'Дохторит'
Только что сгустились сумерки над затерявшимся в глухой балке селом; мокрый, лопастый снег закрывает белесоватою пеленой покосившиеся и потонувшие в грязных сугробах хатки. Стояли они беспомощно и угрюмо, как нежилые пустки, неотогретые приветливым огоньком очагов, хотя в воздухе и слышится гарь от навоза. Глухо и пустынно кругом: ни лая собаки, ни человеческого говора — словно все вымерли или уснули непробудным сном. Только в крайней хатке, почти вросшей в землю, сквозь залепленные снегом оконца тускло мелькают красноватые пятна. В ней за убогим столом сидят две женщины: одна молодая, с бледным, измученным лицом, с темными красивыми глазами, в которых застыло выражение какой-то безнадежной муки, а другая — старуха. Слабый свет от каганца, стоящего на карнизе печки, освещает только середину хаты и отбрасывает от этих двух женщин неуклюжие, расплывающиеся тени по стене и потолку; в углах же хаты стоит мрак. Тут же, возле молодой женщины, лежит на полу[1], на грубых подушках, прикрытый рядном четырехлетний ребенок; по разметанной позе, по пылающему личику, по тяжелому дыханию видно, что он лежит в тяжком забытьи.

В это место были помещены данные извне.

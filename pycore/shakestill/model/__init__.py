"""The rig model: what a rig is and what follows from its numbers alone.

``units`` text with units into SI; ``rig`` the frozen dataclasses and their
problems; ``rigfile`` the rig file read (validated, every problem named) and
written; ``demo`` the built-in demo rig; ``share`` share-link fragments;
``drive`` pivot motion and its harmonics; ``linear`` the chain's mass
coupling and its linearised M, D, K; ``properties`` derived mass properties;
``safety`` the cautions shown with every result; ``version``.
"""
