"""The rig file (format "shakestill-rig", version 1): JSON text and files in and out.

Reading and validation are ``rigread`` (``rig_from_dict``); this module writes a rig back
as the file it was read from, and reads and writes text and files with bounds
(``safejson``).
"""

from __future__ import annotations

import json
from typing import Any

from .rig import AIR_DENSITY, FORMAT, STANDARD_GRAVITY, VERSION, Drive, Link, PointMass, Rig
from .rigread import rig_from_dict
from .safejson import decode_text, loads_json
from .spreads import spreads_to_dict

__all__ = ["rig_from_dict", "rig_to_dict", "loads_rig", "dumps_rig", "load_rig", "save_rig"]

# ----------------------------------------------------------------------------- writing


def _put(out: dict, key: str, value: Any, given: frozenset, default: Any) -> None:
    if key in given or value != default:
        out[key] = value


def _put_zeros(out: dict, item, keys: tuple[str, ...]) -> None:
    """Optional numbers that default to 0, written when given or non-zero."""
    for key in keys:
        _put(out, key, getattr(item, key), item.given, 0.0)


def _point_to_dict(p: PointMass) -> dict:
    out: dict[str, Any] = {"mass_kg": p.mass_kg, "at_m": p.at_m}
    _put_zeros(out, p, ("drag_coefficient", "frontal_area_m2"))
    out.update(dict(p.extra))
    return out


def _link_to_dict(link: Link) -> dict:
    out: dict[str, Any] = {"length_m": link.length_m}
    _put(out, "rod_mass_kg", link.rod_mass_kg, link.given, 0.0)
    if "point_masses" in link.given or link.point_masses:
        out["point_masses"] = [_point_to_dict(p) for p in link.point_masses]
    _put_zeros(out, link, ("extra_inertia_kg_m2", "joint_damping_N_m_s", "joint_friction_N_m"))
    out.update(dict(link.extra))
    return out


def _drive_to_dict(drive: Drive) -> dict:
    out: dict[str, Any] = {"waveform": drive.waveform}
    if drive.waveform == "samples":
        out["samples_m"] = list(drive.samples_m)
        if "stroke_m" in drive.given or drive.stroke_m != drive.samples_stroke_m:
            out["stroke_m"] = drive.stroke_m
    else:
        out["stroke_m"] = drive.stroke_m
    if drive.waveform == "crank":
        out["rod_length_m"] = drive.rod_length_m
    out["speed_rpm"] = drive.speed_rpm
    _put_zeros(out, drive, ("carriage_mass_kg", "axis_tilt_deg", "side_stroke_m",
                            "side_phase_deg"))
    out.update(dict(drive.extra))
    return out


def rig_to_dict(rig: Rig) -> dict:
    """The rig file's JSON object; a loaded file comes back as it was read (in SI)."""
    out: dict[str, Any] = {"format": FORMAT, "version": VERSION}
    _put(out, "title", rig.title, rig.given, "")
    _put(out, "g_m_s2", rig.g_m_s2, rig.given, STANDARD_GRAVITY)
    _put(out, "air_density_kg_m3", rig.air_density_kg_m3, rig.given, AIR_DENSITY)
    out["links"] = [_link_to_dict(link) for link in rig.links]
    out["drive"] = _drive_to_dict(rig.drive)
    if "limits" in rig.given:
        limits = {}
        _put(limits, "speed_rpm", list(rig.limits.speed_rpm), rig.limits.given, None)
        _put(limits, "stroke_m", list(rig.limits.stroke_m), rig.limits.given, None)
        for key in ("max_force_N", "max_power_W", "max_accel_m_s2", "max_lean_deg"):
            _put(limits, key, getattr(rig.limits, key), rig.limits.given, None)
        limits.update(dict(rig.limits.extra))
        out["limits"] = limits
    if "spreads" in rig.given or rig.spreads:
        out["spreads"] = spreads_to_dict(rig.spreads)
    out.update(dict(rig.extra))
    return out


def loads_rig(text: str, *, with_warnings: bool = False):
    """Parse rig-file text (JSON, bounded: ``safejson``); problems name their JSON path."""
    return rig_from_dict(loads_json(text), with_warnings=with_warnings)


def dumps_rig(rig: Rig) -> str:
    return json.dumps(rig_to_dict(rig), indent=2) + "\n"


def load_rig(path, *, with_warnings: bool = False):
    """Read a rig file from disk (UTF-8, with or without a byte-order mark)."""
    with open(path, "rb") as fh:
        return loads_rig(decode_text(fh.read(), "(file)"), with_warnings=with_warnings)


def save_rig(rig: Rig, path) -> None:
    with open(path, "w", encoding="utf-8") as fh:
        fh.write(dumps_rig(rig))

— Что мне начать в свете божьем, куда броситься — и ума не приложу! — говорит тихим, дрожащим голосом молодица. — Один ведь он у меня, бабусю, как сердце одно… Что его отнять — что сердце из груди вырвать!
Глаза у молодой матери полные слез, но они не набегают на длинные изогнутые ресницы, а только блестящей поволокой покрывают зрачки.
Старуха подперла морщинистую щеку ладонью и, облокотясь локтем на другую руку, качает головой, повторяя уныло:
— Кто-то сглазил тебе сынка твоего, дочко.
— Да кто бы? Никому я, кажись, зла не учинила… Вот разве Ткачиха?.. Так, так, она!.. Никто, как она!.. Приходила занять творогу, а у меня его осталось с горсть, не больше; ну, и пожалела я, правда… Думка была побаловать своего Ивасика вареничком, — а она аж зашипела, так разъярилась: хлопнула дверьми и крикнула: 'Ой, смотри, чтоб эти вареники тебе боком не вылезли!'
— Ну, вот видишь… Только с чего бы это она по сыр пришла, ведь у них же была своя корова?
— Ой, лелечко! Да хиба и у нас не было? Дак ведь горе-то какое сталось! — даже оживилась молодица при воспоминании об этом горе. — Пала корова у Бублия, а потом еще через неделю подохли бычки и Свырида… Ну что ж? Ничего и дивного нет. Господь нас наказал пашей… Как пошли дожди день у день, и сено погнило, и солома на корню почернела!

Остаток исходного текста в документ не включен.